▸ Problem description: Exactly repeat the full listing that follows.

Data supplied START

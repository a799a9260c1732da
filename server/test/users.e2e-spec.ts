import type { CaughtMail, InvitationSummary, LoginResponse, UserSummary } from '@yardcall/shared';
import { randomUUID } from 'node:crypto';
import request from 'supertest';
import { bearer, bodyOf, errorBody, expectFieldProblems, login, OTHER_ORG_ADMIN, signIn, suiteApp } from './helpers';

// Each run invites fresh addresses, so the suite also passes against a database kept from an earlier run.
const run = randomUUID().slice(0, 8);

function linkToken(mail: CaughtMail): string {
  const match = /http:\/\/yardcall\.example\.test\/invite\/([A-Za-z0-9_-]+)/.exec(mail.text);
  if (!match?.[1]) throw new Error(`no invite link in: ${mail.text}`);
  return match[1];
}

describe('users and invitations', () => {
  const { t, tokens } = suiteApp();

  async function invite(email: string, extra: Partial<{ role: string; isStudent: boolean; name: string }> = {}) {
    return request(t.url)
      .post('/api/users')
      .set(bearer(tokens.admin))
      .send({ email, name: 'Sam Whitfield', role: 'driver', ...extra });
  }

  async function caughtFor(email: string): Promise<CaughtMail> {
    const outbox = await request(t.url).get('/api/mail/outbox').set(bearer(tokens.admin));
    expect(outbox.status).toBe(200);
    const mail = (outbox.body as CaughtMail[]).find((m) => m.to.includes(email));
    if (!mail) throw new Error(`no mail caught for ${email}`);
    return mail;
  }

  it('invites by e-mail; the caught link sets a password that then signs in', async () => {
    const email = `sam.${run}@yardcall.test`;
    const created = await invite(email, { isStudent: true });
    expect(created.status).toBe(201);
    expect(created.body).toMatchObject({ email, role: 'driver', isStudent: true, status: 'invited' });

    // Not active yet: no password to sign in with.
    const early = await request(t.url).post('/api/auth/login').send({ email, password: 'anything-at-all' });
    expect(early.status).toBe(401);

    const mail = await caughtFor(email);
    expect(mail.subject).toBe('You are invited to Yardcall at Kestrel Valley Freight');
    // The link's end in the organisation's zone (the demo organisation keeps UTC).
    expect(mail.text).toMatch(/The link works until \d{4}-\d{2}-\d{2} \d{2}:\d{2} UTC and only once\./);
    const token = linkToken(mail);

    const summary = await request(t.url).get(`/api/invitations/${token}`);
    expect(summary.status).toBe(200);
    expect(summary.body as InvitationSummary).toMatchObject({
      email,
      name: 'Sam Whitfield',
      organizationName: 'Kestrel Valley Freight',
    });
    expect(new Date((summary.body as InvitationSummary).expiresAt).getTime()).toBeGreaterThan(Date.now());

    const short = await request(t.url).post(`/api/invitations/${token}/accept`).send({ password: 'short' });
    expect(short.status).toBe(400);
    expect(errorBody(short).fields).toEqual([
      { field: 'password', message: 'Choose a password of at least 8 characters (at most 200).' },
    ]);

    const accepted = await request(t.url).post(`/api/invitations/${token}/accept`).send({ password: 'brake-check-42' });
    expect(accepted.status).toBe(200);
    const session = bodyOf<LoginResponse>(accepted);
    expect(session.user).toMatchObject({ email, status: 'active' });
    const me = await request(t.url).get('/api/auth/me').set(bearer(session.accessToken));
    expect(bodyOf<UserSummary>(me).email).toBe(email);

    const signedIn = await login(t.url, email, 'brake-check-42');
    expect(signedIn.user.isStudent).toBe(true);

    const reused = await request(t.url).post(`/api/invitations/${token}/accept`).send({ password: 'another-password' });
    expect(reused.status).toBe(410);
    expect(errorBody(reused).message).toBe(
      'This invitation was already used: sign in with your e-mail address and password.',
    );
    await expect(login(t.url, email, 'brake-check-42')).resolves.toHaveProperty('accessToken');
  });

  it('answers 410 for an expired invitation and 404 for an unknown one', async () => {
    const email = `late.${run}@yardcall.test`;
    expect((await invite(email)).status).toBe(201);
    const token = linkToken(await caughtFor(email));
    await t.dataSource.query(
      `UPDATE invitations SET expires_at = now() - interval '1 minute' WHERE user_id = (SELECT id FROM users WHERE email = $1)`,
      [email],
    );
    const expired = await request(t.url).post(`/api/invitations/${token}/accept`).send({ password: 'brake-check-42' });
    expect(expired.status).toBe(410);
    expect(errorBody(expired).message).toMatch(
      /^This invitation expired on .+: ask your administrator to send a new one\.$/,
    );

    for (const unknown of ['A'.repeat(43), 'garbage', '..%2F..']) {
      const response = await request(t.url).get(`/api/invitations/${unknown}`);
      expect(response.status).toBe(404);
      expect(errorBody(response).message).toBe(
        'This invitation link is not valid: ask your administrator for a new one.',
      );
    }
  });

  it('answers 409 with a sentence for an e-mail address already taken, whatever its case', async () => {
    const response = await invite('DRIVER@yardcall.test');
    expect(response.status).toBe(409);
    expect(errorBody(response).message).toBe('A user with the e-mail address DRIVER@yardcall.test already exists.');
  });

  it('answers 400 naming each wrong field of an invitation', async () => {
    const response = await request(t.url)
      .post('/api/users')
      .set(bearer(tokens.admin))
      .send({ email: 'x', name: '', role: 'owner', isStudent: 'yes', organizationId: randomUUID() });
    expectFieldProblems(response, [
      { field: 'email', message: 'Enter an e-mail address, e.g. name@example.com.' },
      { field: 'name', message: 'Enter a name of 1 to 120 characters.' },
      { field: 'role', message: 'Choose a role: driver, mechanic, supervisor, trainer, admin.' },
      { field: 'isStudent', message: 'isStudent is true or false.' },
      { field: 'organizationId', message: 'This field is not allowed here: remove it.' },
    ]);
  });

  it('lets a trainer list only the students with ?student=true', async () => {
    const response = await request(t.url).get('/api/users?student=true').set(bearer(tokens.trainer));
    expect(response.status).toBe(200);
    const users = response.body as UserSummary[];
    expect(users.length).toBeGreaterThan(0);
    expect(users.every((u) => u.isStudent)).toBe(true);
    expect(users.map((u) => u.email)).toContain('student@yardcall.test');
    const bad = await request(t.url).get('/api/users?student=maybe').set(bearer(tokens.trainer));
    expect(bad.status).toBe(400);
    expect(errorBody(bad).fields).toEqual([{ field: 'student', message: 'student is true or false.' }]);
  });

  it("changes a user's role, name and student flag", async () => {
    const email = `change.${run}@yardcall.test`;
    const created = (await invite(email)).body as UserSummary;
    const patch = await request(t.url)
      .patch(`/api/users/${created.id}`)
      .set(bearer(tokens.admin))
      .send({ role: 'mechanic', name: 'Sam Whitfield-Ng', isStudent: false });
    expect(patch.status).toBe(200);
    expect(patch.body).toMatchObject({ id: created.id, role: 'mechanic', name: 'Sam Whitfield-Ng', isStudent: false });
    const listed = (await request(t.url).get('/api/users').set(bearer(tokens.admin))).body as UserSummary[];
    expect(listed.find((u) => u.id === created.id)?.role).toBe('mechanic');
  });

  it('does not let an admin take away their own admin role', async () => {
    const me = (await request(t.url).get('/api/auth/me').set(bearer(tokens.admin))).body as UserSummary;
    const response = await request(t.url)
      .patch(`/api/users/${me.id}`)
      .set(bearer(tokens.admin))
      .send({ role: 'driver' });
    expect(response.status).toBe(409);
  });

  it("shows an admin only the mail sent to their own organisation's users", async () => {
    const email = `private.${run}@yardcall.test`;
    expect((await invite(email)).status).toBe(201);
    const otherAdmin = await signIn(t.url, OTHER_ORG_ADMIN);
    const outbox = await request(t.url).get('/api/mail/outbox').set(bearer(otherAdmin));
    expect(outbox.status).toBe(200);
    expect((outbox.body as CaughtMail[]).some((m) => m.to.includes(email))).toBe(false);
  });
});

Data supplied END

▸ Solution to this exercise:
repository a799a9260c1732da
filename server/test/users.e2e-spec.ts
import type { CaughtMail, InvitationSummary, LoginResponse, UserSummary } from '@yardcall/shared';
import { randomUUID } from 'node:crypto';
import request from 'supertest';
import { bearer, bodyOf, errorBody, expectFieldProblems, login, OTHER_ORG_ADMIN, signIn, suiteApp } from './helpers';

// Each run invites fresh addresses, so the suite also passes against a database kept from an earlier run.
const run = randomUUID().slice(0, 8);

function linkToken(mail: CaughtMail): string {
  const match = /http:\/\/yardcall\.example\.test\/invite\/([A-Za-z0-9_-]+)/.exec(mail.text);
  if (!match?.[1]) throw new Error(`no invite link in: ${mail.text}`);
  return match[1];
}

describe('users and invitations', () => {
  const { t, tokens } = suiteApp();

  async function invite(email: string, extra: Partial<{ role: string; isStudent: boolean; name: string }> = {}) {
    return request(t.url)
      .post('/api/users')
      .set(bearer(tokens.admin))
      .send({ email, name: 'Sam Whitfield', role: 'driver', ...extra });
  }

  async function caughtFor(email: string): Promise<CaughtMail> {
    const outbox = await request(t.url).get('/api/mail/outbox').set(bearer(tokens.admin));
    expect(outbox.status).toBe(200);
    const mail = (outbox.body as CaughtMail[]).find((m) => m.to.includes(email));
    if (!mail) throw new Error(`no mail caught for ${email}`);
    return mail;
  }

  it('invites by e-mail; the caught link sets a password that then signs in', async () => {
    const email = `sam.${run}@yardcall.test`;
    const created = await invite(email, { isStudent: true });
    expect(created.status).toBe(201);
    expect(created.body).toMatchObject({ email, role: 'driver', isStudent: true, status: 'invited' });

    // Not active yet: no password to sign in with.
    const early = await request(t.url).post('/api/auth/login').send({ email, password: 'anything-at-all' });
    expect(early.status).toBe(401);

    const mail = await caughtFor(email);
    expect(mail.subject).toBe('You are invited to Yardcall at Kestrel Valley Freight');
    // The link's end in the organisation's zone (the demo organisation keeps UTC).
    expect(mail.text).toMatch(/The link works until \d{4}-\d{2}-\d{2} \d{2}:\d{2} UTC and only once\./);
    const token = linkToken(mail);

    const summary = await request(t.url).get(`/api/invitations/${token}`);
    expect(summary.status).toBe(200);
    expect(summary.body as InvitationSummary).toMatchObject({
      email,
      name: 'Sam Whitfield',
      organizationName: 'Kestrel Valley Freight',
    });
    expect(new Date((summary.body as InvitationSummary).expiresAt).getTime()).toBeGreaterThan(Date.now());

    const short = await request(t.url).post(`/api/invitations/${token}/accept`).send({ password: 'short' });
    expect(short.status).toBe(400);
    expect(errorBody(short).fields).toEqual([
      { field: 'password', message: 'Choose a password of at least 8 characters (at most 200).' },
    ]);

    const accepted = await request(t.url).post(`/api/invitations/${token}/accept`).send({ password: 'brake-check-42' });
    expect(accepted.status).toBe(200);
    const session = bodyOf<LoginResponse>(accepted);
    expect(session.user).toMatchObject({ email, status: 'active' });
    const me = await request(t.url).get('/api/auth/me').set(bearer(session.accessToken));
    expect(bodyOf<UserSummary>(me).email).toBe(email);

    const signedIn = await login(t.url, email, 'brake-check-42');
    expect(signedIn.user.isStudent).toBe(true);

    const reused = await request(t.url).post(`/api/invitations/${token}/accept`).send({ password: 'another-password' });
    expect(reused.status).toBe(410);
    expect(errorBody(reused).message).toBe(
      'This invitation was already used: sign in with your e-mail address and password.',
    );
    await expect(login(t.url, email, 'brake-check-42')).resolves.toHaveProperty('accessToken');
  });

  it('answers 410 for an expired invitation and 404 for an unknown one', async () => {
    const email = `late.${run}@yardcall.test`;
    expect((await invite(email)).status).toBe(201);
    const token = linkToken(await caughtFor(email));
    await t.dataSource.query(
      `UPDATE invitations SET expires_at = now() - interval '1 minute' WHERE user_id = (SELECT id FROM users WHERE email = $1)`,
      [email],
    );
    const expired = await request(t.url).post(`/api/invitations/${token}/accept`).send({ password: 'brake-check-42' });
    expect(expired.status).toBe(410);
    expect(errorBody(expired).message).toMatch(
      /^This invitation expired on .+: ask your administrator to send a new one\.$/,
    );

    for (const unknown of ['A'.repeat(43), 'garbage', '..%2F..']) {
      const response = await request(t.url).get(`/api/invitations/${unknown}`);
      expect(response.status).toBe(404);
      expect(errorBody(response).message).toBe(
        'This invitation link is not valid: ask your administrator for a new one.',
      );
    }
  });

  it('answers 409 with a sentence for an e-mail address already taken, whatever its case', async () => {
    const response = await invite('DRIVER@yardcall.test');
    expect(response.status).toBe(409);
    expect(errorBody(response).message).toBe('A user with the e-mail address DRIVER@yardcall.test already exists.');
  });

  it('answers 400 naming each wrong field of an invitation', async () => {
    const response = await request(t.url)
      .post('/api/users')
      .set(bearer(tokens.admin))
      .send({ email: 'x', name: '', role: 'owner', isStudent: 'yes', organizationId: randomUUID() });
    expectFieldProblems(response, [
      { field: 'email', message: 'Enter an e-mail address, e.g. name@example.com.' },
      { field: 'name', message: 'Enter a name of 1 to 120 characters.' },
      { field: 'role', message: 'Choose a role: driver, mechanic, supervisor, trainer, admin.' },
      { field: 'isStudent', message: 'isStudent is true or false.' },
      { field: 'organizationId', message: 'This field is not allowed here: remove it.' },
    ]);
  });

  it('lets a trainer list only the students with ?student=true', async () => {
    const response = await request(t.url).get('/api/users?student=true').set(bearer(tokens.trainer));
    expect(response.status).toBe(200);
    const users = response.body as UserSummary[];
    expect(users.length).toBeGreaterThan(0);
    expect(users.every((u) => u.isStudent)).toBe(true);
    expect(users.map((u) => u.email)).toContain('student@yardcall.test');
    const bad = await request(t.url).get('/api/users?student=maybe').set(bearer(tokens.trainer));
    expect(bad.status).toBe(400);
    expect(errorBody(bad).fields).toEqual([{ field: 'student', message: 'student is true or false.' }]);
  });

  it("changes a user's role, name and student flag", async () => {
    const email = `change.${run}@yardcall.test`;
    const created = (await invite(email)).body as UserSummary;
    const patch = await request(t.url)
      .patch(`/api/users/${created.id}`)
      .set(bearer(tokens.admin))
      .send({ role: 'mechanic', name: 'Sam Whitfield-Ng', isStudent: false });
    expect(patch.status).toBe(200);
    expect(patch.body).toMatchObject({ id: created.id, role: 'mechanic', name: 'Sam Whitfield-Ng', isStudent: false });
    const listed = (await request(t.url).get('/api/users').set(bearer(tokens.admin))).body as UserSummary[];
    expect(listed.find((u) => u.id === created.id)?.role).toBe('mechanic');
  });

  it('does not let an admin take away their own admin role', async () => {
    const me = (await request(t.url).get('/api/auth/me').set(bearer(tokens.admin))).body as UserSummary;
    const response = await request(t.url)
      .patch(`/api/users/${me.id}`)
      .set(bearer(tokens.admin))
      .send({ role: 'driver' });
    expect(response.status).toBe(409);
  });

  it("shows an admin only the mail sent to their own organisation's users", async () => {
    const email = `private.${run}@yardcall.test`;
    expect((await invite(email)).status).toBe(201);
    const otherAdmin = await signIn(t.url, OTHER_ORG_ADMIN);
    const outbox = await request(t.url).get('/api/mail/outbox').set(bearer(otherAdmin));
    expect(outbox.status).toBe(200);
    expect((outbox.body as CaughtMail[]).some((m) => m.to.includes(email))).toBe(false);
  });
});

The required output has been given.